DATA TO EXAMINE Start Marker
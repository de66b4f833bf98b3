package geotiff

import (
	"bytes"
	"drygrid/internal/pool"
	"encoding/binary"
	"fmt"
	"math"
)

// tiffLevel is one resolution of the image: the full raster (level 0) or an
// overview, with its tiles once compressed.
type tiffLevel struct {
	cols, rows int
	f32        []float32  // Float32 images
	u8         []uint8    // UInt8 images
	tiles      [][]byte   // compressed tiles, row-major (nil entries when spilled)
	spill      []tiffSpan // where the spilled tiles are (nil when none is)
}

// tiffSpan is where a spilled compressed tile lies in the spill file.
type tiffSpan struct {
	off int64
	n   int64
}

// tileLen is the compressed size of tile k.
func (l *tiffLevel) tileLen(k int) int {
	if l.tiles[k] == nil {
		return int(l.spill[k].n)
	}
	return len(l.tiles[k])
}

func (l *tiffLevel) tilesAcross(t int) int { return cogCeilDiv(l.cols, t) }
func (l *tiffLevel) tilesDown(t int) int   { return cogCeilDiv(l.rows, t) }

// tiffFillFloatTile writes tile (tx, ty) of l into buf (4*t*t bytes) with
// the floating-point predictor of TIFF Technical Note 3 (Adobe, 2005,
// "Adobe Photoshop TIFF Technical Note 3", Predictor = 3) applied row by
// row: the bytes of each row's samples are regrouped most significant byte
// first (all first bytes, then all second bytes, ...) and then each byte is
// replaced by its difference from the previous byte of the row, exactly as
// libtiff's fpDiff does. Cells outside the image are padded with nodata, and
// NaN cells are written as nodata.
func tiffFillFloatTile(l *tiffLevel, t, tx, ty int, nodata float32, buf []byte) {
	nd := math.Float32bits(nodata)
	for r := 0; r < t; r++ {
		out := buf[r*4*t : (r+1)*4*t]
		y := ty*t + r
		x0 := tx * t
		n := 0 // cells of this tile row inside the image
		if y < l.rows && x0 < l.cols {
			n = min(t, l.cols-x0)
			row := l.f32[y*l.cols+x0 : y*l.cols+x0+n]
			// The four byte planes as slices of the row's length, so the
			// loop needs no bounds checks.
			p0, p1, p2, p3 := out[:n], out[t:t+n], out[2*t:2*t+n], out[3*t:3*t+n]
			p0, p1, p2, p3 = p0[:len(row)], p1[:len(row)], p2[:len(row)], p3[:len(row)]
			for j, v := range row {
				b := math.Float32bits(v)
				if v != v {
					b = nd
				}
				p0[j], p1[j], p2[j], p3[j] = byte(b>>24), byte(b>>16), byte(b>>8), byte(b)
			}
		}
		for j := n; j < t; j++ {
			out[j], out[t+j], out[2*t+j], out[3*t+j] = byte(nd>>24), byte(nd>>16), byte(nd>>8), byte(nd)
		}
		tiffByteDiff(out)
	}
}

// tiffByteDiff replaces each byte of b but the first by its difference
// (modulo 256) from the byte before it, as
// "for i := len(b) - 1; i > 0; i-- { b[i] -= b[i-1] }" does, eight bytes
// at a time: each little-endian word w is subtracted bytewise from w
// shifted up by one byte with the last byte of the word before in the
// hole, without borrows between bytes (the subtraction of packed bytes,
// Warren, "Hacker's Delight", 2nd ed., section 2-18).
func tiffByteDiff(b []byte) {
	const hi = 0x8080808080808080
	var prev uint64 // last byte of the previous original word
	i := 0
	for ; i+8 <= len(b); i += 8 {
		w := binary.LittleEndian.Uint64(b[i:])
		s := w<<8 | prev
		prev = w >> 56
		binary.LittleEndian.PutUint64(b[i:], ((w|hi)-(s&^hi))^((w^^s)&hi))
	}
	p := byte(prev)
	if i == 0 && len(b) > 0 {
		p, i = b[0], 1
	}
	for ; i < len(b); i++ {
		p, b[i] = b[i], b[i]-p
	}
}

// tiffFillByteTile writes tile (tx, ty) of l into buf (t*t bytes), padded
// with nodata, with horizontal differencing (TIFF 6.0 section 14, Predictor
// = 2) when predict is set.
func tiffFillByteTile(l *tiffLevel, t, tx, ty int, nodata uint8, predict bool, buf []byte) {
	for r := 0; r < t; r++ {
		out := buf[r*t : (r+1)*t]
		y := ty*t + r
		x0 := tx * t
		n := 0
		if y < l.rows && x0 < l.cols {
			n = copy(out, l.u8[y*l.cols+x0:y*l.cols+min(x0+t, l.cols)])
		}
		for j := n; j < t; j++ {
			out[j] = nodata
		}
		if predict {
			tiffByteDiff(out)
		}
	}
}

// tiffCompressTiles fills and DEFLATE-compresses (zlib stream, TIFF
// compression 8) every tile of every level on opt.Workers goroutines.
func tiffCompressTiles(levels []*tiffLevel, img *tiffImage, opt Options) error {
	t := opt.TileSize
	var jobs []tiffTileJob
	for li, l := range levels {
		ta, td := l.tilesAcross(t), l.tilesDown(t)
		l.tiles = make([][]byte, ta*td)
		for ty := 0; ty < td; ty++ {
			for tx := 0; tx < ta; tx++ {
				jobs = append(jobs, tiffTileJob{img: img, li: li, dst: l, src: l, tx: tx, ty: ty, slot: ty*ta + tx})
			}
		}
	}
	return tiffCompressJobs(jobs, opt, nil)
}

// tiffTileJob is one tile to compress: tile (tx, ty) of the pixels in src,
// stored as dst.tiles[slot]; li is the level, for messages. src is the
// whole level, or (for the row encoders) one tile row of it with ty 0.
type tiffTileJob struct {
	img      *tiffImage
	li       int
	dst, src *tiffLevel
	tx, ty   int
	slot     int
}

// tiffCompressors are the per-goroutine states of tiffCompressJobs (a tile
// buffer and a zlib encoder), kept between calls by the row encoders so
// that each block of rows does not allocate them again.
type tiffCompressors struct {
	level, tile int
	states      []*tiffCompressor
}

type tiffCompressor struct {
	raw []byte
	zw  *zlibEncoder
	err error
}

// get returns n states for opt, made or reused.
func (c *tiffCompressors) get(n int, opt Options) ([]*tiffCompressor, error) {
	if c.level != opt.Level || c.tile != opt.TileSize {
		*c = tiffCompressors{level: opt.Level, tile: opt.TileSize}
	}
	for len(c.states) < n {
		zw, err := newZlibEncoder(opt.Level)
		if err != nil {
			return nil, fmt.Errorf("geotiff: deflate level %d: %w", opt.Level, err)
		}
		c.states = append(c.states, &tiffCompressor{raw: make([]byte, opt.TileSize*opt.TileSize*4), zw: zw})
	}
	for _, s := range c.states[:n] {
		s.err = nil
	}
	return c.states[:n], nil
}

// tiffCompressJobs fills and compresses the tiles of jobs on opt.Workers
// goroutines, with states from cache (nil: made for this call). Each tile
// is always compressed alone by one goroutine with a fresh stream, so the
// bytes do not depend on the number of workers.
func tiffCompressJobs(jobs []tiffTileJob, opt Options, cache *tiffCompressors) error {
	if len(jobs) == 0 {
		return nil
	}
	t := opt.TileSize
	workers := min(opt.Workers, len(jobs))
	if cache == nil {
		cache = &tiffCompressors{}
	}
	states, err := cache.get(max(workers, 1), opt)
	if err != nil {
		return err
	}
	// Each worker takes jobs from a shared counter (pool.Run) with the
	// compressor state of its own number.
	pool.Run(len(jobs), workers, 1, func(w, i, _ int) {
		s := states[w]
		if s.err != nil {
			return
		}
		j := jobs[i]
		img := j.img
		raw := s.raw[:t*t*img.bytesPerSample()]
		if img.float {
			tiffFillFloatTile(j.src, t, j.tx, j.ty, img.nodataF, raw)
		} else {
			tiffFillByteTile(j.src, t, j.tx, j.ty, img.nodataU, img.predictor == 2, raw)
		}
		z, err := s.zw.encode(raw)
		if err != nil {
			s.err = fmt.Errorf("geotiff: compress tile %d of level %d: %w", j.slot, j.li, err)
			return
		}
		j.dst.tiles[j.slot] = bytes.Clone(z)
	})
	for _, s := range states {
		if s.err != nil {
			return s.err
		}
	}
	return nil
}
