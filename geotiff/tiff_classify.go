package geotiff

import (
	"math"

	"drygrid/bands"
)

// tiffClassifier gives the same codes as bands.Scheme.Classify, band by
// band in scheme order with the same tests as bands.Band.Contains, from
// plain arrays (Classify copies each Band, strings included, per test).
type tiffClassifier struct {
	lo, hi       []float64
	loInc, hiInc []bool
	code         []uint8
	// disjoint is set for a scheme that passes Validate: no value is in two
	// bands, so the band of the previous cell may be tried first.
	disjoint bool
}

func newTiffClassifier(s *bands.Scheme) tiffClassifier {
	var c tiffClassifier
	if s == nil {
		return c
	}
	for _, b := range s.Bands {
		c.lo = append(c.lo, b.Min)
		c.hi = append(c.hi, b.Max)
		// Contains: z == Min is out unless MinInclusive or z is infinite
		// (then Min is too).
		c.loInc = append(c.loInc, b.MinInclusive || math.IsInf(b.Min, 0))
		c.hiInc = append(c.hiInc, b.MaxInclusive || math.IsInf(b.Max, 0))
		c.code = append(c.code, b.Code)
	}
	c.disjoint = s.Validate() == nil
	return c
}

// in reports whether z (not NaN) is in band i, as Band.Contains does.
func (c *tiffClassifier) in(i int, z float64) bool {
	lo, hi := c.lo[i], c.hi[i]
	return (z > lo || (z == lo && c.loInc[i])) && (z < hi || (z == hi && c.hiInc[i]))
}

// band is the index of the first band holding z, or -1 (NaN, or no band).
func (c *tiffClassifier) band(z float64) int {
	if z != z {
		return -1
	}
	for i := range c.code {
		if c.in(i, z) {
			return i
		}
	}
	return -1
}

// of is the code of z: Scheme.Classify(z).
func (c *tiffClassifier) of(z float64) uint8 {
	if i := c.band(z); i >= 0 {
		return c.code[i]
	}
	return 0
}

// classify writes the code of each value of src to dst: 0 for nodata,
// else of(v). With disjoint bands the previous value's band is tried
// first (neighbouring cells mostly share a band); the band holding a value
// is then the only one, so the code is the same.
func (c *tiffClassifier) classify(src []float32, nodata float32, dst []uint8) {
	last := -1
	for i, v := range src {
		if v == nodata {
			dst[i] = 0
			continue
		}
		z := float64(v)
		if last >= 0 && c.in(last, z) {
			dst[i] = c.code[last]
			continue
		}
		b := c.band(z)
		if b < 0 {
			dst[i], last = 0, -1
			continue
		}
		dst[i] = c.code[b]
		if c.disjoint {
			last = b
		}
	}
}
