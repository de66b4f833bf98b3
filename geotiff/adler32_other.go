//go:build !amd64 || purego

package geotiff

const hasAdlerAVX2 = false

// adlerBlocks is adlerBlocksGo: there is no vector version here.
func adlerBlocks(p []byte) (bytes, prefix, weighted uint64) { return adlerBlocksGo(p) }
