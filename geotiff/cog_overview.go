package geotiff

import "drygrid/internal/pool"

// cogMaxOverviewSide is the longest side of the smallest overview: overviews
// halve the image until both sides are at most this (GDAL's COG driver stops
// at its 512 px block size the same way).
const cogMaxOverviewSide = 512

// cogLevelSizes gives the width and height of each overview level, the
// first being half the image. Sizes round up, as GDAL's overviews do
// (DIV_ROUND_UP in gcore/gdaldefaultoverviews.cpp), so level k has
// ceil(cols/2^k) x ceil(rows/2^k) pixels. An image that already fits in
// 512 x 512 has none.
func cogLevelSizes(cols, rows int) [][2]int {
	var out [][2]int
	for f := 2; ; f *= 2 {
		pc, pr := cogCeilDiv(cols, f/2), cogCeilDiv(rows, f/2)
		if max(pc, pr) <= cogMaxOverviewSide {
			return out
		}
		out = append(out, [2]int{cogCeilDiv(cols, f), cogCeilDiv(rows, f)})
	}
}

func cogCeilDiv(a, b int) int { return (a + b - 1) / b }

// cogMeanSums are the sums and counts of the valid cells under each pixel
// of a mean overview (cols x rows). A mean overview's pixel is the mean,
// in float64 rounded to float32, of the valid full-resolution cells of its
// f x f block (blocks on the right and bottom edges cut short by the
// image); cells equal to nodata or NaN are skipped, and a block with none
// valid is nodata. The sums are built level by level: a 2 x 2 block's
// from its cells (cogMeanLevel1), a larger block's from the sums of its
// four quarters (half).
type cogMeanSums struct {
	cols, rows int
	sums       []float64
	counts     []int32
}

// cogMeanLevel1 sums the 2 x 2 blocks of data: row by row, west to east
// within a block (cogMeanAddRow).
func cogMeanLevel1(data []float32, cols, rows int, nodata float32, workers int) cogMeanSums {
	oc, or := cogCeilDiv(cols, 2), cogCeilDiv(rows, 2)
	s := cogMeanSums{cols: oc, rows: or, sums: make([]float64, oc*or), counts: make([]int32, oc*or)}
	pool.Run(or, workers, 1, func(_, oy, _ int) {
		sums, counts := s.sums[oy*oc:(oy+1)*oc], s.counts[oy*oc:(oy+1)*oc]
		for y := 2 * oy; y < min(2*oy+2, rows); y++ {
			cogMeanAddRow(data[y*cols:(y+1)*cols], 2, nodata, sums, counts)
		}
	})
	return s
}

// half is the next level: each pixel sums its four quarters of s, the
// upper two then the lower two, west to east (cogMeanAddSums).
func (s cogMeanSums) half(workers int) cogMeanSums {
	oc, or := cogCeilDiv(s.cols, 2), cogCeilDiv(s.rows, 2)
	h := cogMeanSums{cols: oc, rows: or, sums: make([]float64, oc*or), counts: make([]int32, oc*or)}
	pool.Run(or, workers, 1, func(_, oy, _ int) {
		sums, counts := h.sums[oy*oc:(oy+1)*oc], h.counts[oy*oc:(oy+1)*oc]
		for y := 2 * oy; y < min(2*oy+2, s.rows); y++ {
			cogMeanAddSums(s.sums[y*s.cols:(y+1)*s.cols], s.counts[y*s.cols:(y+1)*s.cols], sums, counts)
		}
	})
	return h
}

// means are the overview pixels: sum / count, or nodata for none.
func (s cogMeanSums) means(nodata float32) []float32 {
	out := make([]float32, len(s.sums))
	cogMeanRow(s.sums, s.counts, nodata, out)
	return out
}

// cogMeanRow puts the means of sums and counts into dst (nodata where the
// count is 0).
func cogMeanRow(sums []float64, counts []int32, nodata float32, dst []float32) {
	counts, dst = counts[:len(sums)], dst[:len(sums)]
	for i, s := range sums {
		if counts[i] == 0 {
			dst[i] = nodata
		} else {
			dst[i] = float32(s / float64(counts[i]))
		}
	}
}

// cogMeanAddSums adds one row of a level's sums and counts to those of the
// next level's row above it: pixel ox takes the pixels 2 ox and 2 ox + 1
// (the second cut off at the right edge), in that order.
func cogMeanAddSums(rowSums []float64, rowCounts []int32, sums []float64, counts []int32) {
	rowCounts = rowCounts[:len(rowSums)]
	sums, counts = sums[:cogCeilDiv(len(rowSums), 2)], counts[:cogCeilDiv(len(rowSums), 2)]
	ox := 0
	for ; 2*ox+1 < len(rowSums); ox++ {
		sums[ox] = sums[ox] + rowSums[2*ox] + rowSums[2*ox+1]
		counts[ox] += rowCounts[2*ox] + rowCounts[2*ox+1]
	}
	if 2*ox < len(rowSums) {
		sums[ox] += rowSums[2*ox]
		counts[ox] += rowCounts[2*ox]
	}
}

// cogMeanAddRow adds one full-resolution row to the sums and counts of
// the overview cells (f columns each) it falls in, skipping no data and
// NaN, west to east within a cell. Four cells are summed side by side:
// four independent chains of additions, each in its cell's order, so the
// sums are those of one cell at a time, bit for bit.
func cogMeanAddRow(row []float32, f int, nd float32, sums []float64, counts []int32) {
	ox := 0
	for ; (ox+4)*f <= len(row); ox += 4 {
		b := row[ox*f : (ox+4)*f]
		s0, s1, s2, s3 := sums[ox], sums[ox+1], sums[ox+2], sums[ox+3]
		n0, n1, n2, n3 := counts[ox], counts[ox+1], counts[ox+2], counts[ox+3]
		for j := range f {
			if v := b[j]; v != nd && v == v {
				s0 += float64(v)
				n0++
			}
			if v := b[f+j]; v != nd && v == v {
				s1 += float64(v)
				n1++
			}
			if v := b[2*f+j]; v != nd && v == v {
				s2 += float64(v)
				n2++
			}
			if v := b[3*f+j]; v != nd && v == v {
				s3 += float64(v)
				n3++
			}
		}
		sums[ox], sums[ox+1], sums[ox+2], sums[ox+3] = s0, s1, s2, s3
		counts[ox], counts[ox+1], counts[ox+2], counts[ox+3] = n0, n1, n2, n3
	}
	for ; ox < len(sums); ox++ {
		x1 := min((ox+1)*f, len(row))
		s, n := sums[ox], counts[ox]
		for _, v := range row[ox*f : x1] {
			if v != nd && v == v {
				s += float64(v)
				n++
			}
		}
		sums[ox], counts[ox] = s, n
	}
}

// cogModeOverview is the overview of codes (cols x rows) reduced by factor
// f: each pixel is the most frequent code of its f x f block other than
// nodata, the lowest such code on a tie, and nodata only when the whole
// block is nodata. (Our rule; GDAL's MODE resampling breaks ties
// differently.)
func cogModeOverview(data []uint8, cols, rows, f int, nodata uint8, workers int) []uint8 {
	oc, or := cogCeilDiv(cols, f), cogCeilDiv(rows, f)
	out := make([]uint8, oc*or)
	pool.Run(or, workers, 1, func(_, oy, _ int) {
		var counts [256]int32
		seen := make([]uint8, 0, 256)
		y0, y1 := oy*f, min((oy+1)*f, rows)
		for ox := 0; ox < oc; ox++ {
			x0, x1 := ox*f, min((ox+1)*f, cols)
			seen = seen[:0]
			for y := y0; y < y1; y++ {
				for _, v := range data[y*cols+x0 : y*cols+x1] {
					if counts[v] == 0 {
						seen = append(seen, v)
					}
					counts[v]++
				}
			}
			best, bestN := nodata, int32(0)
			for _, c := range seen {
				n := counts[c]
				counts[c] = 0
				if c == nodata {
					continue
				}
				if n > bestN || (n == bestN && c < best) {
					best, bestN = c, n
				}
			}
			out[oy*oc+ox] = best
		}
	})
	return out
}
DATA TO EXAMINE End Marker
Based on the listing, determine the number of lines that include the string "images", and give that number without further text.

2